Building Long Term Reliability in Machine learning Models via Service level objectives: A Primer

By Sunandan Barman on

December 2, 2024

colorful futuristic image of lights Machine learning models are increasingly being used in all aspects of software systems, be it banking, robotics, transportation, e-commerce, social media etc. The market size in the Machine Learning market is projected to reach US$79.29bn in 2024 & expected to reach a market volume of US$503.40bn by 2030 [1].

The staggering amount of money invested poses a serious question to the management & engineers: How should the engineering community think about long term reliability in these complex systems like Machine learning models. To make steady progress towards reliability goals, “Service level objectives” as a concept has been used for a long term in the monitoring & observability space of software engineering.

First let’s understand in simple terms what does SLA, SLO and SLI mean for the readers who are not familiar with these terms.

SLIs (Service Level Indicators)

This measures what the system is already doing. Formally, SLIs are metrics or measurements used to track and monitor the performance and behavior of a service. Depending on what we are measuring, we either want a lower number than currently, or a higher number than what we have currently.

For example, let's say we want to measure performance of some social media interaction.
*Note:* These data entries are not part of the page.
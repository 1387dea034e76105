"""Normal scores, Hermite polynomials and the way back from transformed models."""

from __future__ import annotations

import numpy as np
import pytest
from hypothesis import given, settings
from hypothesis import strategies as st

from sms_resource.geostatistics.back_transform import back_transform_model
from sms_resource.geostatistics.model import Structure, VariogramModel
from sms_resource.geostatistics.transforms import (
    NormalScores,
    RawCorrelation,
    hermite_shares,
    log_covariance_ratio,
)


def lognormal_quantiles(count, sigma):
    from scipy.special import ndtri

    return np.exp(sigma * ndtri((np.arange(count) + 0.5) / count))


def test_scores_of_equal_weights_are_normal_quantiles_of_the_middle_ranks():
    from scipy.stats import norm

    values = np.array([5.0, 1.0, 3.0, 9.0, 3.0])
    scores = NormalScores.fit(values).forward(values)
    np.testing.assert_allclose(scores, norm.ppf([0.7, 0.1, 0.4, 0.9, 0.4]), atol=1e-12)


@settings(max_examples=30, deadline=None)
@given(st.lists(st.floats(0.01, 1e4), min_size=2, max_size=40), st.integers(0, 1000))
def test_there_and_back(values, seed):
    values = np.array(values)
    weights = np.random.default_rng(seed).uniform(0.1, 3.0, len(values))
    scores = NormalScores.fit(values, weights)
    back = scores.backward(scores.forward(values))
    np.testing.assert_allclose(back, values, rtol=1e-9, atol=1e-9)
    assert scores.mean == pytest.approx(np.average(values, weights=weights))
    assert np.all(np.diff(scores.scores) > 0)


def test_missing_stays_missing():
    scores = NormalScores.fit([1.0, 2.0, np.nan, 4.0])
    assert np.isnan(scores.forward([np.nan])[0])
    assert np.isnan(scores.backward([np.nan])[0])
    with pytest.raises(ValueError, match="none is left"):
        NormalScores.fit([np.nan])


def test_hermite_coefficients_of_a_lognormal():
    """phi_p = m sigma^p / sqrt(p!) in absolute value (Journel & Huijbregts 1978, chapter 6)."""
    from math import factorial

    sigma = 0.6
    values = lognormal_quantiles(200_000, sigma)
    coefficients = NormalScores.fit(values).hermite(3)
    mean = np.exp(0.5 * sigma**2)
    expected = [mean * sigma**p / np.sqrt(factorial(p)) for p in range(4)]
    np.testing.assert_allclose(coefficients, expected, rtol=2e-3)  # the tail of the sample ends


def test_shares_of_the_variance_sum_to_one():
    shares = hermite_shares(NormalScores.fit(lognormal_quantiles(500, 0.9)))
    assert shares.sum() == pytest.approx(1.0, abs=1e-12)
    assert (shares >= 0).all()


def test_correlation_of_values_from_scores_and_from_logs_agree_for_a_lognormal():
    """Two ways to one number: the Hermite series of the values, and the closed form of the lognormal."""
    rho = np.linspace(0.0, 1.0, 11)
    values = lognormal_quantiles(20_000, 0.7)
    series = RawCorrelation("normal_scores", values, np.ones(len(values)))(rho)
    closed = log_covariance_ratio(0.49, rho)
    np.testing.assert_allclose(series, closed, atol=2e-3)
    assert closed[[0, -1]] == pytest.approx([0.0, 1.0])


def test_correlation_of_values_by_simulation():
    generator = np.random.default_rng(3)
    one = generator.normal(size=400_000)
    two = 0.6 * one + 0.8 * generator.normal(size=400_000)
    scores = NormalScores.fit(generator.gamma(1.5, 2.0, 400))
    back = (
        scores.values[np.searchsorted(scores.upper_scores, one)],
        scores.values[np.searchsorted(scores.upper_scores, two)],
    )
    shares = hermite_shares(scores)
    expected = 0.6 ** np.arange(1, len(shares) + 1) @ shares
    assert np.corrcoef(*back)[0, 1] == pytest.approx(expected, abs=0.006)


@pytest.mark.parametrize("measure", ["normal_scores", "logs"])
def test_model_of_scores_turned_back_follows_the_lognormal_covariance(measure):
    sigma2 = 0.49
    values = lognormal_quantiles(5000, np.sqrt(sigma2))
    factor = sigma2 if measure == "logs" else 1.0
    model = VariogramModel(0.3 * factor, [Structure("spherical", 0.7 * factor, (50.0, 50.0, 5.0))], 20.0)
    back = RawCorrelation(measure, values, np.ones(len(values)))
    raw = back_transform_model(model, measure, 3.0, back)
    assert raw.total_sill == pytest.approx(3.0)
    assert raw.azimuth == 20.0
    expected_nugget = 3.0 * (1.0 - log_covariance_ratio(sigma2, 0.7))
    assert raw.nugget == pytest.approx(expected_nugget, rel=0.01)
    for axis, reach in ((0, 60.0), (2, 6.0)):
        separations = np.linspace(0.05, 1.0, 15)[:, None] * reach * raw.axes[axis]
        rho = 1.0 - model.variogram(separations) / model.total_sill
        exact = 3.0 * (1.0 - log_covariance_ratio(sigma2, rho))
        assert np.abs(raw.variogram(separations) - exact).max() < 0.03 * 3.0
    assert raw.structures[0].ranges[0] == pytest.approx(10.0 * raw.structures[0].ranges[2], rel=1e-3)


def test_relative_measures_are_scaled_to_the_total_sill():
    model = VariogramModel(0.2, [Structure("spherical", 0.6, 30.0)])
    raw = back_transform_model(model, "correlogram", 4.0)
    assert raw.nugget == pytest.approx(1.0)
    assert raw.total_sill == pytest.approx(4.0)
    with pytest.raises(ValueError, match="correlation"):
        back_transform_model(model, "logs", 4.0)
An SLI for this service could be the average response time for user interactions. This SLI measures how quickly the platform responds to user actions, such as liking a post or commenting on a photo. A lower response time means a better SLI in this case. If we are measuring the availability of Google cloud provider as an SLI, then in that case we want a higher SLI.
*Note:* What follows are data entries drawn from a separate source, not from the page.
"""Uncertainty from leaving out holes: against fits made anew, and its coverage on simulated fields."""

from __future__ import annotations

import numpy as np
import pytest

from sms_resource.geostatistics.evidence import gather_evidence
from sms_resource.geostatistics.experimental import experimental_variograms
from sms_resource.geostatistics.inference import infer_variogram
from sms_resource.geostatistics.inference_plan import fit_plan, make_plan
from sms_resource.geostatistics.jackknife import clustering_factor, leave_out_holes
from sms_resource.geostatistics.model import Structure, VariogramModel
from sms_resource.geostatistics.variogram_settings import VariogramSettings

from .variogram_twin import drilled, simulated

TRUTH = VariogramModel(0.6, [Structure("spherical", 1.4, (50.0, 50.0, 5.0))])


@pytest.mark.parametrize("measure", ["semivariogram", "correlogram", "pairwise_relative"])
def test_sums_without_a_hole_are_those_of_the_other_holes(measure):
    xyz, holes = drilled(holes=20, samples=6)
    values = np.exp(np.random.default_rng(1).normal(size=len(xyz)))
    settings = VariogramSettings(measure=measure, min_pairs=5)
    evidence = gather_evidence(xyz, values, holes, settings)
    for number, name in enumerate(evidence.prepared.hole_names[:5]):
        left = holes != name
        anew = experimental_variograms(
            xyz[left], values[left], evidence.requests, hole_ids=holes[left], measure=measure
        )
        for one, two in zip(evidence.without_hole(number), anew):
            assert one.pairs.tolist() == two.pairs.tolist()
            np.testing.assert_allclose(one.gamma, two.gamma, rtol=1e-9)
            np.testing.assert_allclose(one.distance, two.distance, rtol=1e-9)


def test_warm_starts_reach_the_fit_that_is_made_anew():
    xyz, holes = drilled(holes=49, samples=10, spacing=25.0, seed=5)
    values = simulated(TRUTH, xyz, 1, seed=2)[0]
    settings = VariogramSettings(weighting="pairs_over_distance", measure="semivariogram")
    evidence = gather_evidence(xyz, values, holes, settings)
    plan = make_plan(evidence)
    fit = fit_plan(plan, evidence, evidence.variograms, evidence.variance_of_measure)
    models = leave_out_holes(evidence, plan, fit)
    for number in (0, 7, 24):
        left = holes != evidence.prepared.hole_names[number]
        variograms = experimental_variograms(xyz[left], values[left], evidence.requests, hole_ids=holes[left])
        anew = fit_plan(plan, evidence, variograms, float(values[left].var())).model
        assert models[number].nugget == pytest.approx(anew.nugget, abs=1e-3)
        np.testing.assert_allclose(models[number].structures[0].ranges, anew.structures[0].ranges, rtol=1e-3)


def test_clustering_factor_is_one_for_holes_that_are_not_alike():
    xyz, holes = drilled(holes=16, samples=5, spacing=25.0)
    evidence = gather_evidence(xyz, np.arange(len(xyz), dtype=float), holes, VariogramSettings())
    short = VariogramModel(0.5, [Structure("spherical", 0.5, (5.0, 5.0, 5.0))])
    long = VariogramModel(0.0, [Structure("spherical", 1.0, (500.0, 500.0, 500.0))])
    assert clustering_factor(evidence, short) == 1.0
    assert clustering_factor(evidence, long) > 8.0  # 16 holes as good as one
    squares = long.covariance(xyz[:, None, :] - xyz[None, :, :]) ** 2
    own = holes[:, None] == holes[None, :]
    assert clustering_factor(evidence, long) == pytest.approx(squares.sum() / squares[own].sum())


@pytest.mark.slow
def test_intervals_hold_the_truth_in_80_to_97_percent_of_200_fields():
    """The rates are printed: 90 % intervals of nugget, total sill and both ranges, 49 holes of 10 samples."""
    xyz, holes = drilled(holes=49, samples=10, spacing=25.0, seed=5)
    truth = {"nugget": 0.6, "total_sill": 2.0, "major_range_1_m": 50.0, "minor_range_1_m": 5.0}
    held = {name: [] for name in truth}
    for field in simulated(TRUTH, xyz, 200, seed=22):
        intervals = infer_variogram(xyz, field, holes).intervals
        for row in intervals.itertuples():
            if row.parameter in truth:
                held[row.parameter].append(row.low <= truth[row.parameter] <= row.high)
    rates = {name: float(np.mean(flags)) for name, flags in held.items()}
    print("coverage of the 90 % intervals on 200 fields:", rates)
    assert all(len(flags) >= 190 for flags in held.values())
    assert all(0.80 <= rate <= 0.97 for rate in rates.values()), rates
SLOs (Service Level Objectives)

This is the value we hope to achieve internally for the metrics being measured. Based on SLIs, they set a target or threshold the service should meet or exceed. SLOs help establish a clear understanding of what users can expect from a service and provide a basis for assessing its quality. Taking the previous example again, for google cloud provider the SLO could be that the availability is 99.99%.
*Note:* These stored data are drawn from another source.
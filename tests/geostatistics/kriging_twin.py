"""Slow and obvious twins of the search and the kriging kernels: one target at a time, plain NumPy."""

from __future__ import annotations

import numpy as np

from sms_resource.geostatistics import discretisation_offsets


def chosen_samples(points, holes, target, item, skip_hole=None, skip_sample=None):
    """Samples of one pass after a full sort by distance: walk outward, leave out what a limit forbids."""
    apart = ((points - target) @ item.axes.T) / np.array(item.radii)
    squared = (apart**2).sum(axis=1)
    taken, by_sector, by_hole = [], {}, {}
    for i in np.lexsort((np.arange(len(points)), squared)):
        if squared[i] > 1.0 or len(taken) == item.max_samples:
            break
        if i == skip_sample or (skip_hole is not None and holes[i] == skip_hole):
            continue
        upper = tuple(apart[i] >= 0.0)
        sector = {"none": (), "quadrants": upper[:2], "octants": upper}[item.sectors]
        if by_sector.get(sector, 0) >= item.sector_limit:
            continue
        if item.max_per_hole is not None and by_hole.get(holes[i], 0) >= item.max_per_hole:
            continue
        by_sector[sector] = by_sector.get(sector, 0) + 1
        by_hole[holes[i]] = by_hole.get(holes[i], 0) + 1
        taken.append(int(i))
    enough = len(taken) >= item.min_samples and len(by_hole) >= item.min_holes
    return np.array(sorted(taken), dtype=int), len(by_hole), enough


def kriged(points, values, target, model, offsets=None, mean=None):
    """Weights by the whole system; estimate, variance, multiplier, slope, efficiency, negative weights."""
    n = len(points)
    matrix = model.covariance(points[:, None] - points[None])
    if offsets is None:
        right = model.covariance(points - target)
        support = model.total_sill
    else:
        cells = target + offsets
        right = model.structured_covariance(points[:, None] - cells[None]).mean(axis=1)
        support = model.structured_covariance(offsets[:, None] - offsets[None]).mean()
    if mean is None:
        system = np.ones((n + 1, n + 1))
        system[n, n] = 0.0
        system[:n, :n] = matrix
        solved = np.linalg.solve(system, np.append(right, 1.0))
        weights, mu = solved[:n], solved[n]
        estimate = weights @ values
    else:
        weights, mu = np.linalg.solve(matrix, right), 0.0
        estimate = mean + weights @ (values - mean)
    variance = support - weights @ right - mu
    gain = support - variance
    slope = (gain + abs(mu)) / (gain + 2 * abs(mu))
    return np.array([estimate, variance, mu, slope, gain / support, np.minimum(weights, 0.0).sum()])


def kriged_everywhere(points, values, targets, models, passes, holes, block=None, counts=(1, 1, 1)):
    """(b, m, 9): the six figures of ``kriged``, then sample count, hole count and nearest distance."""
    offsets = None if block is None else discretisation_offsets(block, counts)
    out = np.full((len(targets), values.shape[1], 9), np.nan)
    for b, target in enumerate(targets):
        for m in range(values.shape[1]):
            present = np.flatnonzero(np.isfinite(values[:, m]))
            for item in passes:
                rows, hole_count, enough = chosen_samples(points[present], holes[present], target, item)
                if enough:
                    break
            rows = present[rows]
            out[b, m, 6:8] = len(rows), hole_count
            if len(rows):
                out[b, m, 8] = np.sqrt(((points[rows] - target) ** 2).sum(axis=1).min())
            if enough:
                out[b, m, :6] = kriged(points[rows], values[rows, m], target, models[m], offsets)
    return out


def scene(seed, samples=120, holes=15, targets=25, columns=2, missing=0.15):
    """Random samples in short holes, targets among them, and models with two structures."""
    rng = np.random.default_rng(seed)
    hole_of = np.sort(rng.integers(0, holes, samples))
    tops = rng.uniform(0, 80, (holes, 2))
    points = np.column_stack([tops[hole_of] + rng.normal(0, 0.3, (samples, 2)), rng.uniform(-20, 0, samples)])
    values = rng.lognormal(0.0, 0.8, (samples, columns))
    values[rng.random(values.shape) < missing] = np.nan
    where = np.column_stack([rng.uniform(-5, 85, (targets, 2)), rng.uniform(-22, 2, targets)])
    return points, values, hole_of, where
SLA (Service Level Agreement)

These are customer-facing agreements about system metrics (like reliability, availability). Violation of SLAs have consequences, depending on the system. SLA will promise goals of e.g. reliability that are close to what we can actually deliver but lesser than internal SLO goals.

For google cloud, SLA could be 99.95%. This means the external promise to users is a little lower than what the SLO or internal goaling is. This provides scope for the engineering team to determine what are the future opportunities so that SLA can move towards SLO.

Visualization of SLI, SLO and SLA as user interacts with a service

SLOs in ML Models

SLOs have been a proven solution for traditional services, which use standard, well-documented metrics like Availability, Latency and Correctness as SLIs to monitor service health. Some famous examples are AWS [2] & Google Cloud [3]. However, fitting SLOs for ML models requires fresh perspective due to different operational behaviors of ML models from traditional services such as non-deterministic output, lack of transparency, sensitivity to data drift etc.

Machine Learning Model Lifecycle

The concept of SLOs can be fitted for ML models when we see that the entire ML model lifecycle can be grouped into three buckets:

Model training
Model serving
Model performance

Google Ads ML SRE Director Todd Underwood presented at SRECon21 [4], some issues that can be monitored for ML systems. Some examples presented are: Training is too slow or stuck, data distribution changes dramatically, model fails to load in serving, training requires much more resources & significant change in model quality. We can combine the model lifecycle idea with the ideas presented at this talk & come up with a few metric suggestions.

Model Training

Training Time can be an important SLI to help us identify scenarios where training time needs to be optimized, such as in online training or resource constrained environments.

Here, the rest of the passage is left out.